A difícil conjugação entre profissão e maternidade impõe um enorme peso na consciência de Myriam. Ela vive um constante conflito entre ir trabalhar ou cuidar dos filhos.
A concretização dos seus sonhos esbarra na impossibilidade de haver tempo para tudo. O sucesso profissional é tantas vezes antagónico à auto-realização com a maternidade.
A expectativa de Adam é de ser ele a sustentar a casa e de ela assegurar a educação das crianças. É uma atitude com raízes históricas, em que a esfera familiar era independente da esfera profissional. Cada um dos elementos do casal vivia numa esfera diferente.

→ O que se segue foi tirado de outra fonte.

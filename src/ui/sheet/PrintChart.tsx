// A chart for paper: the same ChartSpec the screen's charts draw, as an SVG (vector lines and real
// text in the PDF, the same colours by role). Log frequency on x, the spec's unit on y.
import type { ChartSpec, Role } from '../charts/specs.ts';

const INK: Record<'a' | 'b' | 'reference' | 'limit', string> = { a: '#0b6b70', b: '#c27c08', reference: '#8a9296', limit: '#b3363a' };

function strokeOf(role: Role): { color: string; width: number; dash?: string } {
  if (role === 'a' || role === 'b') return { color: INK[role], width: 1.8 };
  if (role === 'a-aux' || role === 'b-aux') return { color: INK[role === 'a-aux' ? 'a' : 'b'], width: 1.2, dash: '2 2' };
  if (role === 'a-way' || role === 'b-way') return { color: INK[role === 'a-way' ? 'a' : 'b'], width: 1, dash: '6 2 1 2' };
  if (role === 'reference') return { color: INK.reference, width: 1.2, dash: '5 3' };
  if (role === 'limit' || role === 'limit-hard') return { color: INK.limit, width: 1, dash: role === 'limit' ? '4 3' : undefined };
  const slot = role.endsWith('-a') ? 'a' : 'b';
  return { color: INK[slot], width: 1, dash: role.startsWith('limit-hard') ? undefined : '4 3' };
}

/** Round steps 1, 2, 2.5, 5 × 10^k giving about `target` intervals over the span. */
export function niceStep(span: number, target = 5): number {
  const raw = span / target;
  const p = 10 ** Math.floor(Math.log10(raw));
  for (const m of [1, 2, 2.5, 5, 10]) if (m * p >= raw) return m * p;
  return 10 * p;
}

/** The y range shown: the spec's fixed ends, else the data with a margin; dB charts show the top 50 dB. */
export function yRange(spec: ChartSpec): [number, number] {
  let lo = Infinity;
  let hi = -Infinity;
  for (const s of spec.series) {
    if (!s.values) continue;
    for (let i = 0; i < s.values.length; i++) {
      const v = s.values[i];
      if (!Number.isFinite(v)) continue;
      if (v < lo) lo = v;
      if (v > hi) hi = v;
    }
  }
  if (!Number.isFinite(lo)) return [0, 1];
  if (spec.unit === 'dB') lo = Math.max(lo, hi - 50);
  let min = spec.yMin ?? lo;
  let max = spec.yMax ?? hi + Math.max((hi - lo) * 0.08, 0.5);
  if (spec.yMin === undefined) min -= Math.max((hi - lo) * 0.05, 0.5);
  if (max <= min) max = min + 1;
  const step = niceStep(max - min);
  return [Math.floor(min / step) * step, Math.ceil(max / step) * step];
}

const X_TICKS = [10, 20, 50, 100, 200, 500, 1000, 2000, 5000, 10000, 20000];
const hzLabel = (f: number) => (f >= 1000 ? `${f / 1000}k` : String(f));
const tickLabel = (v: number) => String(Number(v.toPrecision(6))).replace('-', '−');

const LEGEND_W = 100;
const LEGEND_ROW = 11;

interface Rect {
  x: number;
  y: number;
  w: number;
  h: number;
}

/** Whether the segment from (x0, y0) to (x1, y1) touches the rectangle (Liang–Barsky clipping). */
function segmentHits(x0: number, y0: number, x1: number, y1: number, r: Rect): boolean {
  const dx = x1 - x0;
  const dy = y1 - y0;
  let t0 = 0;
  let t1 = 1;
  const edges: [number, number][] = [
    [-dx, x0 - r.x],
    [dx, r.x + r.w - x0],
    [-dy, y0 - r.y],
    [dy, r.y + r.h - y0],
  ];
  for (const [p, q] of edges) {
    if (p === 0) {
      if (q < 0) return false;
      continue;
    }
    const t = q / p;
    if (p < 0) t0 = Math.max(t0, t);
    else t1 = Math.min(t1, t);
    if (t0 > t1) return false;
  }
  return true;
}

/** Whether a polyline (its consecutive points joined) passes through the rectangle. */
function crosses(pts: [number, number][], r: Rect): boolean {
  if (pts.length === 1) return segmentHits(pts[0][0], pts[0][1], pts[0][0], pts[0][1], r);
  for (let i = 1; i < pts.length; i++) if (segmentHits(pts[i - 1][0], pts[i - 1][1], pts[i][0], pts[i][1], r)) return true;
  return false;
}

/** The legend's place: a free corner of the plot, else below it. */
export function placeLegend(
  lines: [number, number][][],
  plot: Rect,
  w: number,
  h: number,
  height: number,
  belowH = h,
): Rect & { where: 'top-right' | 'top-left' | 'bottom-right' | 'bottom-left' | 'below' } {
  const pad = 3;
  const corners = [
    { where: 'top-right' as const, x: plot.x + plot.w - w - pad, y: plot.y + pad },
    { where: 'top-left' as const, x: plot.x + pad, y: plot.y + pad },
    { where: 'bottom-right' as const, x: plot.x + plot.w - w - pad, y: plot.y + plot.h - h - pad },
    { where: 'bottom-left' as const, x: plot.x + pad, y: plot.y + plot.h - h - pad },
  ];
  for (const c of corners) {
    // Two points of margin around the box, so a line does not graze it.
    const r = { x: c.x - 2, y: c.y - 2, w: w + 4, h: h + 4 };
    if (h < plot.h - 2 * pad && !lines.some((l) => crosses(l, r))) return { ...c, w, h };
  }
  return { where: 'below', x: plot.x, y: height + 2, w: plot.w, h: belowH };
}

export function PrintChart({ spec, width = 340, height = 200 }: { spec: ChartSpec; width?: number; height?: number }) {
  const f = spec.freqHz;
  if (!f.length || !spec.series.length) {
    return <p class="print-chart-empty">{spec.empty ?? 'Nothing to show.'}</p>;
  }
  const m = { l: 40, r: 8, t: 8, b: 26 };
  const w = width - m.l - m.r;
  const h = height - m.t - m.b;
  const f0 = f[0];
  const f1 = f[f.length - 1];
  const [y0, y1] = yRange(spec);
  const X = (hz: number) => m.l + (w * Math.log(hz / f0)) / Math.log(f1 / f0);
  const Y = (v: number) => m.t + h * (1 - (v - y0) / (y1 - y0));
  const step = niceStep(y1 - y0);
  const yTicks: number[] = [];
  for (let v = y0; v <= y1 + step * 1e-6; v += step) yTicks.push(Number(v.toPrecision(12)));
  const path = (vals: ArrayLike<number>) => {
    let d = '';
    let pen = false;
    for (let i = 0; i < f.length; i++) {
      const v = vals[i];
      // Far outside the range the line is lifted; just outside it is drawn and clipped at the frame.
      if (!Number.isFinite(v) || v < y0 - (y1 - y0) || v > y1 + (y1 - y0)) {
        pen = false;
        continue;
      }
      d += `${pen ? 'L' : 'M'}${X(f[i]).toFixed(1)},${Y(v).toFixed(1)}`;
      pen = true;
    }
    return d;
  };
  const shown = spec.series.filter((s) => s.values);
  const legendH = shown.length * LEGEND_ROW + 2;
  // The legend goes in the first corner of the plot that no line crosses (a limit line along the top
  // must stay visible); when every corner is taken, it goes below the plot and the picture grows.
  const points = shown.map((s) => {
    const pts: [number, number][] = [];
    for (let i = 0; i < f.length; i++) {
      const v = s.values![i];
      if (Number.isFinite(v)) pts.push([X(f[i]), Math.min(Math.max(Y(v), m.t), m.t + h)]);
    }
    return pts;
  });
  // Below the plot the legend runs across in columns, to keep the picture short.
  const perRow = Math.max(1, Math.floor(w / LEGEND_W));
  const belowH = Math.ceil(shown.length / perRow) * LEGEND_ROW + 2;
  const legend = placeLegend(points, { x: m.l, y: m.t, w, h }, LEGEND_W, legendH, height, belowH);
  const across = legend.where === 'below' ? perRow : 1;
  const fullH = legend.where === 'below' ? height + belowH + 4 : height;
  return (
    <svg
      class="print-chart"
      viewBox={`0 0 ${width} ${fullH}`}
      width={width}
      height={fullH}
      role="img"
      aria-label={`${spec.title}: ${spec.summary.join(' ')}`}
      data-chart={spec.id}
    >
      <rect x={m.l} y={m.t} width={w} height={h} fill="#fff" stroke="#b9c2c4" stroke-width="0.75" />
      {X_TICKS.filter((t) => t >= f0 && t <= f1).map((t) => (
        <g>
          <line x1={X(t)} x2={X(t)} y1={m.t} y2={m.t + h} stroke="#e3e7e8" stroke-width="0.75" />
          <text x={X(t)} y={m.t + h + 12} font-size="8.5" text-anchor="middle" fill="#4a5357">
            {hzLabel(t)}
          </text>
        </g>
      ))}
      {yTicks.map((v) => (
        <g>
          <line x1={m.l} x2={m.l + w} y1={Y(v)} y2={Y(v)} stroke="#e3e7e8" stroke-width="0.75" />
          <text x={m.l - 4} y={Y(v) + 3} font-size="8.5" text-anchor="end" fill="#4a5357">
            {tickLabel(v)}
          </text>
        </g>
      ))}
      <text x={m.l + w / 2} y={height - 3} font-size="8.5" text-anchor="middle" fill="#4a5357">
        Frequency (Hz)
      </text>
      <text x={10} y={m.t + h / 2} font-size="8.5" text-anchor="middle" fill="#4a5357" transform={`rotate(-90 10 ${m.t + h / 2})`}>
        {spec.unit}
      </text>
      <clipPath id={`clip-${spec.id}`}>
        <rect x={m.l} y={m.t} width={w} height={h} />
      </clipPath>
      <g clip-path={`url(#clip-${spec.id})`}>
        {shown.map((s) => {
          const st = strokeOf(s.role);
          return (
            <path
              d={path(s.values!)}
              fill="none"
              stroke={st.color}
              stroke-width={st.width}
              stroke-dasharray={st.dash}
              stroke-linejoin="round"
            />
          );
        })}
      </g>
      <g transform={`translate(${legend.x}, ${legend.y})`} data-legend={legend.where}>
        <rect x={0} y={0} width={legend.w} height={legend.h} fill="#fff" fill-opacity="0.88" />
        {shown.map((s, i) => {
          const st = strokeOf(s.role);
          return (
            <g transform={`translate(${(i % across) * LEGEND_W}, ${Math.floor(i / across) * LEGEND_ROW + 6})`}>
              <line x1={4} x2={20} y1={0} y2={0} stroke={st.color} stroke-width={st.width} stroke-dasharray={st.dash} />
              <text x={24} y={3} font-size="8" fill="#1b2225">
                {s.label}
              </text>
            </g>
          );
        })}
      </g>
    </svg>
  );
}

Passaram 54 anos desde a publicação de “A Mulher mistificada”, de Betty Friedan. Apesar do choque cultural desse livro que sublinhou a insatisfação das “donas-de-casa” dos subúrbios norte-americanos (influenciando demais países ocidentais), ainda subsiste a ideia de que as tarefas domésticas são algo exclusivo do género feminino. As ideias de Adam, na sociedade parisiense do século XXI, dão a noção de que a prática mantém-se ainda separada do que as ideias defendem. Continuam a ser duas esferas separadas.
A custo, Myriam abandona a ilusão de ser uma mãe sempre presente e contrata uma ama. O marido prefere uma magrebina, pois Myriam, da mesma nacionalidade, não quer ensinar árabe aos filhos. Ela recusa porque sempre desconfiou daquilo a que chama «solidariedade entre imigrantes».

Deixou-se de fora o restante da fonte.